There is a declaration in this action as well. I am claiming ownership of my body and my ability to declare who I am. I have had other body mods that have functioned as me claiming my body as my own, both in the form of piercings and tattoos, and in some ways this is the same, but in other ways it is completely different. I don’t entirely understand gender, honestly. I don’t think anyone does. My experience of it is something innate, something sacred, something that can also be fluid and changeable. I have been worried that my desire for this has more to do with expectations of what being trans looks like in an AFAB body, or because of the trans narrative that says this is what I should want. I am afraid of a lot of things, but that is a big one.

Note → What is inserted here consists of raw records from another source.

/* R. Blatchly, Amino Acids with Acidity Values, Keene State College (open course table; the values
 * of Dawson et al., Data for Biochemical Research, 1986), by ascending pKa. It mixes ionic
 * strengths, hence the wider tolerance; the last step of aspartic and glutamic acid, which 0.1
 * mol/L moves by 0.4, is left out. */
static void amino_acids_agree_with_another_table(void **state)
{
    static const struct published_pKa table[] = {
        {"glycine", {2.35, 9.78}, 1},         {"alanine", {2.35, 9.87}, 1},
        {"valine", {2.29, 9.74}, 1},          {"leucine", {2.33, 9.74}, 1},
        {"isoleucine", {2.32, 9.76}, 1},      {"phenylalanine", {2.20, 9.31}, 1},
        {"tryptophan", {2.46, 9.41}, 1},      {"tyrosine", {2.20, 9.21}, 1},
        {"histidine", {1.80, 6.04, 9.33}, 1}, {"serine", {2.19, 9.21}, 1},
        {"threonine", {2.09, 9.10}, 1},       {"methionine", {2.13, 9.28}, 1},
        {"cysteine", {1.92, 8.37, 10.70}, 1}, {"aspartic-acid", {1.99, 3.90}, 1},
        {"glutamic-acid", {2.10, 4.07}, 1},   {"asparagine", {2.14, 8.72}, 1},
        {"glutamine", {2.17, 9.13}, 1},       {"lysine", {2.16, 9.06}, 1},
        {"arginine", {1.82, 8.99}, 1},        {"proline", {1.95, 10.64}, 1},
    };
    compare(*state, "amino acids", table, sizeof table / sizeof table[0], 0.3);
}

/* J. R. Fromm, Ionization Constants of Aqueous Polyprotic Acids, 1997 (open course table). Its
 * third value of citric acid, 5.602 beside Ka 3.99e-6, and its first of chromic acid, -0.55,
 * contradict every other table and are left out, and EDTA, which stands there at another ionic
 * strength. */
static void polyprotic_acids_agree_with_another_table(void **state)
{
    static const struct published_pKa table[] = {
        {"boric-acid", {9.238}, 1},
        {"carbonic-acid", {6.361, 10.329}, 1},
        {"chromic-acid", {6.473}, 2},
        {"citric-acid", {3.130, 4.757}, 1},
        {"oxalic-acid", {1.268, 4.282}, 1},
        {"phthalic-acid", {2.946, 5.409}, 1},
        {"phosphoric-acid", {2.148, 7.206, 12.342}, 1},
        {"succinic-acid", {4.207, 5.636}, 1},
        {"sulfuric-acid", {1.994}, 2},
        {"sulfurous-acid", {1.766, 7.223}, 1},
    };
    compare(*state, "polyprotic acids", table, sizeof table / sizeof table[0], 0.2);
}

/* LibreTexts, Reference Tables, E1 Acid Dissociation Constants at 25 °C (monoprotic ones). */
static void monoprotic_acids_agree_with_another_table(void **state)
{
    static const struct published_pKa table[] = {
        {"acetic-acid", {4.756}, 1},        {"benzoic-acid", {4.204}, 1},
        {"bromoacetic-acid", {2.90}, 1},    {"chloroacetic-acid", {2.87}, 1},
        {"dichloroacetic-acid", {1.35}, 1}, {"fluoroacetic-acid", {2.59}, 1},
        {"formic-acid", {3.75}, 1},         {"hydrocyanic-acid", {9.21}, 1},
        {"hydrofluoric-acid", {3.20}, 1},   {"hypochlorous-acid", {7.40}, 1},
    };
    compare(*state, "monoprotic acids", table, sizeof table / sizeof table[0], 0.08);
}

The more I think about it, write about it right now, and really feel into my body, the more I know my body is done with having this large chest. That’s kind of as much as I can know right now. I am supposed to have this experience, for whatever reason, maybe including because it is part of the dominant trans narrative. But this is not for superficial reasons. This is not for fitting in reasons. I think this is the important part, what was bugging me about the exchange earlier. My appearance has never been intended to fit into any particular sub- or counter-culture, even if it does or has. I am always, before anything else, wearing what I want to wear and looking how I want to look. This is, of course, influenced by cultures of various kinds, but it has to do with what aesthetics please me the most. I am forever trying to figure out how I can be comfortable with the person staring back at me in the mirror. That is the most important factor in all of this for me. The change that surgery marks is both big and not big in this sense. It will change everything and nothing all at once.

Lost

I got lost somewhere along the way. I often think I wasn’t supposed to look like this. I think life wasn’t supposed to be like this.

Somewhere my voice got lost. I forgot to speak up, then I forgot how to. I removed so much of myself that I started only using other people’s words, not my own. Then I forgot what was mine. I was rewarded for it; they like it when you’re obedient.

People used to comment on my appearance like I was either hiding behind it or using it to express myself. Neither assessment ever felt right to me. What I look like was always disliked, so why not wear what I actually enjoy?

I tried so hard for so long to be comfortable with my outsides and my insides. I was not always sure if either of them was me, really.

I spent so much time frozen and alone. I guess that’s what I got for growing up in Alaska (not really that, but it’s a good excuse).

I spent so much time paralyzed by fear and uncertainty. I guess that was what I needed. . . at the time.